Records for this task:
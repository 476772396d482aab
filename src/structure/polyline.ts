/**
 * A periodic piecewise-linear surface h(x): the common core of the lamellar, trapezoid,
 * sawtooth, triangle, multi-level and tabulated profiles. Vertical walls are two vertices at the
 * same x. Where the surface lies above a height is found exactly: each edge crosses a level at
 * one point, solved in closed form.
 */
import { mergeIntervals, type Interval } from './segments.ts';
import type { HeightProfile } from './types.ts';

/**
 * Build a surface from vertices (x µm, h µm) in non-decreasing x that span exactly one period,
 * from x0 to x0 + Λ (any x0); the surface repeats with period Λ.
 * @param periodUm period Λ (µm)
 * @param points vertices (x µm, h µm ≥ 0), two at the same x making a vertical wall
 * @returns the surface, with exact `above` intersections
 * @throws never: the builders validate their parameters before calling this (unchecked input
 *   gives a meaningless surface)
 * @example
 * polylineSurface(1, [[0, 0], [0.75, 0.433], [1, 0]]).above(0.2165); // → [[0.375, 0.875]]
 */
export function polylineSurface(periodUm: number, points: ReadonlyArray<readonly [number, number]>): HeightProfile {
  const verts = canonical(periodUm, points);
  let min = Infinity;
  let max = -Infinity;
  for (const [, h] of verts) {
    min = Math.min(min, h);
    max = Math.max(max, h);
  }
  const levels = new Set<number>();
  for (let i = 0; i + 1 < verts.length; i++) {
    const [x1, h1] = verts[i]!;
    const [x2, h2] = verts[i + 1]!;
    if (x2 > x1 && h1 === h2 && h1 > 0 && h1 < max) levels.add(h1);
  }
  if (min > 0 && min < max) levels.add(min);
  const xs = verts.map((v) => v[0]);
  return {
    periodUm,
    minUm: min,
    maxUm: max,
    levelsUm: [...levels].sort((a, b) => a - b),
    exact: true,
    above(z: number): Array<[number, number]> {
      const out: Interval[] = [];
      for (let i = 0; i + 1 < verts.length; i++) {
        const [x1, h1] = verts[i]!;
        const [x2, h2] = verts[i + 1]!;
        if (!(x2 > x1)) continue; // a vertical wall covers no width
        const up1 = h1 > z;
        const up2 = h2 > z;
        if (up1 && up2) out.push([x1, x2]);
        else if (up1) out.push([x1, x1 + ((h1 - z) / (h1 - h2)) * (x2 - x1)]);
        else if (up2) out.push([x2 - ((h2 - z) / (h2 - h1)) * (x2 - x1), x2]);
      }
      return mergeIntervals(out.map(([a, b]) => [a / periodUm, b / periodUm]));
    },
    fillAbove(z: number): number {
      let w = 0;
      for (let i = 0; i + 1 < verts.length; i++) {
        const [x1, h1] = verts[i]!;
        const [x2, h2] = verts[i + 1]!;
        if (!(x2 > x1)) continue;
        const up1 = h1 > z;
        const up2 = h2 > z;
        if (up1 && up2) w += x2 - x1;
        else if (up1) w += ((h1 - z) / (h1 - h2)) * (x2 - x1);
        else if (up2) w += ((h2 - z) / (h2 - h1)) * (x2 - x1);
      }
      return w / periodUm;
    },
    heightAt(x: number): number {
      const xu = (x - Math.floor(x)) * periodUm;
      // last vertex with xs[i] ≤ xu
      let lo = 0;
      let hi = xs.length - 1;
      while (lo < hi) {
        const mid = (lo + hi + 1) >> 1;
        if (xs[mid]! <= xu) lo = mid;
        else hi = mid - 1;
      }
      const i = Math.min(lo, verts.length - 2);
      const [x1, h1] = verts[i]!;
      const [x2, h2] = verts[i + 1]!;
      return x2 > x1 ? h1 + ((xu - x1) / (x2 - x1)) * (h2 - h1) : h2;
    },
    vertices(): Array<[number, number]> {
      return verts.map((v) => [v[0], v[1]]);
    },
  };
}

/**
 * Vertices of one period rotated to start at x = 0 and closed at x = Λ (the closing vertex is
 * the first one shifted by Λ); consecutive duplicates removed.
 */
function canonical(L: number, pts: ReadonlyArray<readonly [number, number]>): Array<[number, number]> {
  const q: Array<[number, number]> = [];
  const shift = Math.floor(pts[0]![0] / L) * L; // bring the first vertex into [0, Λ)
  for (const k of [-1, 0, 1]) {
    for (const [x, h] of pts) {
      const p: [number, number] = [x - shift + k * L, h];
      const last = q[q.length - 1];
      if (!last || last[0] !== p[0] || last[1] !== p[1]) q.push(p);
    }
  }
  const lerp = (a: readonly [number, number], b: readonly [number, number], x: number): [number, number] => [
    x,
    a[1] + ((x - a[0]) / (b[0] - a[0])) * (b[1] - a[1]),
  ];
  let s = q.findIndex((p) => p[0] >= 0);
  const out: Array<[number, number]> = [];
  if (q[s]![0] > 0) out.push(lerp(q[s - 1]!, q[s]!, 0));
  for (; s < q.length && q[s]![0] < L; s++) out.push([q[s]![0], q[s]![1]]);
  out.push([L, out[0]![1]]);
  return out;
}
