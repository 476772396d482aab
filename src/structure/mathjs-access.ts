/**
 * mathjs on demand. The library costs about 0.65 s and 32 MB of heap to load — in every sweep
 * worker thread, where the heap is marked at every major collection — yet most designs need it
 * for nothing: plain lengths such as "632.8 nm" are read without it (see design/units.ts). It is
 * loaded the first time something needs it (an expression profile, a unit outside the common set).
 *
 * On Node the engine loads it itself, synchronously, through `process.getBuiltinModule` (no
 * Node-only import, so the browser bundle stays free of them). A browser page (or any host
 * without that) hands the module over once with {@link provideMathjs}.
 */
import type * as MathJs from 'mathjs';

export type MathModule = typeof MathJs;

let math: MathModule | null = null;

/**
 * Hand the engine a loaded mathjs (the browser page and its workers do this at start-up).
 * @example
 * import * as math from 'mathjs';
 * provideMathjs(math);
 */
export function provideMathjs(m: MathModule): void {
  math = m;
}

/** True once mathjs has been loaded or provided (benchmarks and tests look). */
export function mathjsLoaded(): boolean {
  return math !== null;
}

/**
 * The mathjs module, loaded on first use.
 * @throws {Error} on a host that cannot load modules synchronously and where none was provided
 */
export function mathjs(): MathModule {
  if (math !== null) return math;
  const host = (globalThis as { process?: { getBuiltinModule?: (id: string) => unknown } }).process;
  if (typeof host?.getBuiltinModule === 'function') {
    const mod = host.getBuiltinModule('node:module') as { createRequire(url: string): (id: string) => unknown };
    math = mod.createRequire(import.meta.url)('mathjs') as MathModule;
    return math;
  }
  throw new Error('mathjs has not been provided to the engine: call provideMathjs(math) at start-up');
}
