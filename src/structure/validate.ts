/**
 * Parameter checks shared by the builders. Each throws a {@link StructureError} naming the
 * parameter, the expected and the found value. Internal to src/structure.
 */
import { StructureError } from './errors.ts';
import type { SliceStrategy } from './types.ts';

/** Text for a found value: numbers as they print, everything else as JSON. */
export function shown(v: unknown): string {
  if (typeof v === 'number' || typeof v === 'string' || typeof v === 'boolean' || v === undefined) return String(v);
  try {
    return JSON.stringify(v);
  } catch {
    return String(v);
  }
}

export function fail(field: string, expected: string, found: unknown): never {
  throw new StructureError(field, expected, shown(found));
}

/** A finite number. */
export function finite(field: string, v: unknown): number {
  if (typeof v !== 'number' || !Number.isFinite(v)) fail(field, 'a finite number', v);
  return v;
}

/** A length > 0 µm (depth, thickness, period). */
export function positiveLength(field: string, v: unknown): number {
  if (typeof v !== 'number' || !Number.isFinite(v) || !(v > 0)) fail(field, 'a length > 0 µm', v);
  return v;
}

/** A length ≥ 0 µm. */
export function nonNegativeLength(field: string, v: unknown): number {
  if (typeof v !== 'number' || !Number.isFinite(v) || !(v >= 0)) fail(field, 'a length ≥ 0 µm', v);
  return v;
}

/** A duty cycle (fraction of the period occupied by the ridge) in the open interval (0, 1). */
export function duty(field: string, v: unknown): number {
  if (typeof v !== 'number' || !Number.isFinite(v) || !(v > 0 && v < 1)) fail(field, 'a duty cycle in (0, 1)', v);
  return v;
}

/** A fraction of the period in [0, 1). */
export function fraction(field: string, v: unknown): number {
  if (typeof v !== 'number' || !Number.isFinite(v) || !(v >= 0 && v < 1)) fail(field, 'a fraction of the period in [0, 1)', v);
  return v;
}

/** An angle in degrees inside the open interval (lo, hi). */
export function angleIn(field: string, v: unknown, lo: number, hi: number): number {
  if (typeof v !== 'number' || !Number.isFinite(v) || !(v > lo && v < hi)) fail(field, `an angle in (${lo}°, ${hi}°)`, v);
  return v;
}

/** An integer ≥ min. */
export function integerAtLeast(field: string, v: unknown, min: number): number {
  if (typeof v !== 'number' || !Number.isInteger(v) || v < min) fail(field, `an integer ≥ ${min}`, v);
  return v;
}

/** A slice count: an integer ≥ 1. */
export function sliceCount(field: string, v: unknown): number {
  return integerAtLeast(field, v, 1);
}

/** 'uniform' (default when undefined) or 'adaptive'. */
export function strategy(field: string, v: unknown): SliceStrategy {
  if (v === undefined) return 'uniform';
  if (v !== 'uniform' && v !== 'adaptive') fail(field, "'uniform' or 'adaptive'", v);
  return v;
}

/** A material name: a non-empty string. */
export function material(field: string, v: unknown): string {
  if (typeof v !== 'string' || v.trim() === '') fail(field, 'a material name (non-empty text)', v);
  return v;
}

/** A parameter object. */
export function record(field: string, v: unknown): Record<string, unknown> {
  if (typeof v !== 'object' || v === null || Array.isArray(v)) fail(field, 'an object of parameters', v);
  return v as Record<string, unknown>;
}

/** The parameters every sliced builder shares, checked. */
export function common(
  name: string,
  p: Record<string, unknown>,
  slicesOptional = false,
): { periodUm: number; ridgeMaterial: string; grooveMaterial: string; slices: number; strategy: SliceStrategy } {
  return {
    periodUm: positiveLength(`${name}.periodUm`, p.periodUm),
    ridgeMaterial: material(`${name}.ridgeMaterial`, p.ridgeMaterial),
    grooveMaterial: material(`${name}.grooveMaterial`, p.grooveMaterial),
    slices: slicesOptional && p.slices === undefined ? 1 : sliceCount(`${name}.slices`, p.slices),
    strategy: strategy(`${name}.strategy`, p.strategy),
  };
}

/** Format a number for messages and notes: up to 6 significant digits. */
export function num(v: number): string {
  return String(Number(v.toPrecision(6)));
}
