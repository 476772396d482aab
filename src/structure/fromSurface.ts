/**
 * From a single-valued surface h(x) to a sliced profile: at height z the ridge material fills
 * the x where h(x) > z, the groove material the rest. Internal to src/structure.
 */
import { segmentsFromRegions } from './segments.ts';
import { polylineSurface } from './polyline.ts';
import { sliceShape } from './slicing.ts';
import type { HeightProfile, ProfileResult, ProfileShape, SliceStrategy } from './types.ts';

/** The cross-section of a ridge of `ridge` under `surface`, in `groove`. */
export function surfaceShape(surface: HeightProfile, ridge: string, groove: string): ProfileShape {
  const shape: ProfileShape = {
    periodUm: surface.periodUm,
    heightUm: surface.maxUm,
    breaksUm: surface.levelsUm,
    materialsAt: (z) => segmentsFromRegions([{ set: surface.above(z), material: ridge }], groove),
  };
  // two different materials: the fill measures the change with height (see ProfileShape.fillAt)
  if (surface.fillAbove && ridge !== groove) return { ...shape, fillAt: (z) => surface.fillAbove!(z) };
  return shape;
}

/** Slice a surface profile into a {@link ProfileResult}. */
export function profileFromSurface(
  surface: HeightProfile,
  p: { ridgeMaterial: string; grooveMaterial: string; slices: number; strategy: SliceStrategy },
  notes: string[],
): ProfileResult {
  const shape = surfaceShape(surface, p.ridgeMaterial, p.grooveMaterial);
  const s = sliceShape(shape, p.slices, p.strategy);
  return {
    layers: s.layers,
    slices: s.layers.length,
    depthUm: surface.maxUm,
    notes: [...notes, ...s.notes],
    periodUm: surface.periodUm,
    ridgeMaterial: p.ridgeMaterial,
    grooveMaterial: p.grooveMaterial,
    shape,
    surfaces: [surface],
  };
}

/** Slice the polyline surface through `vertices` (x µm, h µm over one period). */
export function polylineProfile(
  c: { periodUm: number; ridgeMaterial: string; grooveMaterial: string; slices: number; strategy: SliceStrategy },
  vertices: ReadonlyArray<readonly [number, number]>,
  notes: string[],
): ProfileResult {
  return profileFromSurface(polylineSurface(c.periodUm, vertices), c, notes);
}
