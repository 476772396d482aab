/**
 * Thin-film stacks: a list of films, optionally repeated (N × (H, L) is films [H, L] with
 * repeat N), top (cover side) first, emitted as 'uniform' layers. Thicknesses are lengths or
 * quarter-waves at a design wavelength λ0: q quarter-waves of a film of index n (real part at
 * λ0) are q·λ0/(4n) thick, an optical thickness of q·λ0/4 (definition). Place a stack above or
 * below a grating with `compose`.
 */
import type { Complex } from '../solver/index.ts';
import type { GeometryLayer, StackResult } from './types.ts';
import { fail, integerAtLeast, material, num, positiveLength, record } from './validate.ts';

export type FilmSpec =
  | { readonly material: string; /** physical thickness (µm) */ readonly thicknessUm: number; readonly quarterWaves?: undefined }
  | { readonly material: string; /** optical thickness in quarter-waves at the design wavelength */ readonly quarterWaves: number; readonly thicknessUm?: undefined };

export interface ThinFilmStackParams {
  /** films, top (cover side) first */
  readonly films: ReadonlyArray<FilmSpec>;
  /** how many times the list repeats (integer ≥ 1), default 1 */
  readonly repeat?: number;
  /** design wavelength λ0 (µm), needed for quarter-wave films */
  readonly designWavelengthUm?: number;
  /** index of a material at a wavelength (µm), needed for quarter-wave films; its real part is used */
  readonly indexOf?: (material: string, wavelengthUm: number) => Complex | number;
}

/**
 * Build a thin-film stack.
 * @param p films (thickness in µm or quarter-waves), repeat count, design wavelength (µm) and
 *   index callback for quarter-waves
 * @returns uniform layers top first, total thickness (µm), notes with resolved quarter-waves
 * @throws {StructureError} on an empty list, non-positive thicknesses or quarter-wave counts,
 *   both or neither of thicknessUm and quarterWaves in a film, a quarter-wave film without a
 *   design wavelength or index callback, an index whose real part is not > 0, repeat < 1
 * @example
 * // 8 × (H, L) quarter-wave mirror at 0.55 µm
 * thinFilmStack({ films: [{ material: 'TiO2', quarterWaves: 1 }, { material: 'SiO2', quarterWaves: 1 }], repeat: 8,
 *                 designWavelengthUm: 0.55, indexOf: (m) => (m === 'TiO2' ? 2.35 : 1.46) });
 */
export function thinFilmStack(p: ThinFilmStackParams): StackResult {
  const r = record('stack', p);
  if (!Array.isArray(r.films) || r.films.length === 0) fail('stack.films', 'a non-empty list of films', r.films);
  const repeat = r.repeat === undefined ? 1 : integerAtLeast('stack.repeat', r.repeat, 1);
  const notes: string[] = [];
  const resolved = new Map<string, number>();
  const films = (r.films as ReadonlyArray<Record<string, unknown>>).map((f, i) => {
    const field = `stack.films[${i}]`;
    const m = material(`${field}.material`, f?.material);
    if ((f.thicknessUm === undefined) === (f.quarterWaves === undefined)) {
      fail(field, 'exactly one of thicknessUm and quarterWaves', f.thicknessUm === undefined ? 'neither' : 'both');
    }
    if (f.thicknessUm !== undefined) return { material: m, t: positiveLength(`${field}.thicknessUm`, f.thicknessUm) };
    const q = f.quarterWaves;
    if (typeof q !== 'number' || !Number.isFinite(q) || !(q > 0)) fail(`${field}.quarterWaves`, 'a number of quarter-waves > 0', q);
    const lambda = positiveLength('stack.designWavelengthUm', r.designWavelengthUm);
    if (typeof r.indexOf !== 'function') fail('stack.indexOf', 'a function (material, wavelengthUm) → index, needed for quarter-wave films', r.indexOf);
    let n = resolved.get(m);
    if (n === undefined) {
      const v = (r.indexOf as (m: string, l: number) => Complex | number)(m, lambda);
      n = typeof v === 'number' ? v : v?.re;
      if (typeof n !== 'number' || !Number.isFinite(n) || !(n > 0)) fail(`stack.indexOf('${m}', ${lambda})`, 'an index with real part > 0', typeof v === 'number' ? v : v);
      resolved.set(m, n);
      notes.push(`${m}: n = ${num(n)} at λ0 = ${num(lambda)} µm, a quarter-wave is ${num(lambda / (4 * n))} µm`);
    }
    return { material: m, t: (q * lambda) / (4 * n) };
  });
  const layers: GeometryLayer[] = [];
  for (let k = 0; k < repeat; k++) for (const f of films) layers.push({ kind: 'uniform', thicknessUm: f.t, material: f.material });
  return { layers, thicknessUm: layers.reduce((s, l) => s + l.thicknessUm, 0), notes };
}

Exercise details:
Within the records above, how many lines include the word "found"? State the number by itself.

Output of the exercise:
5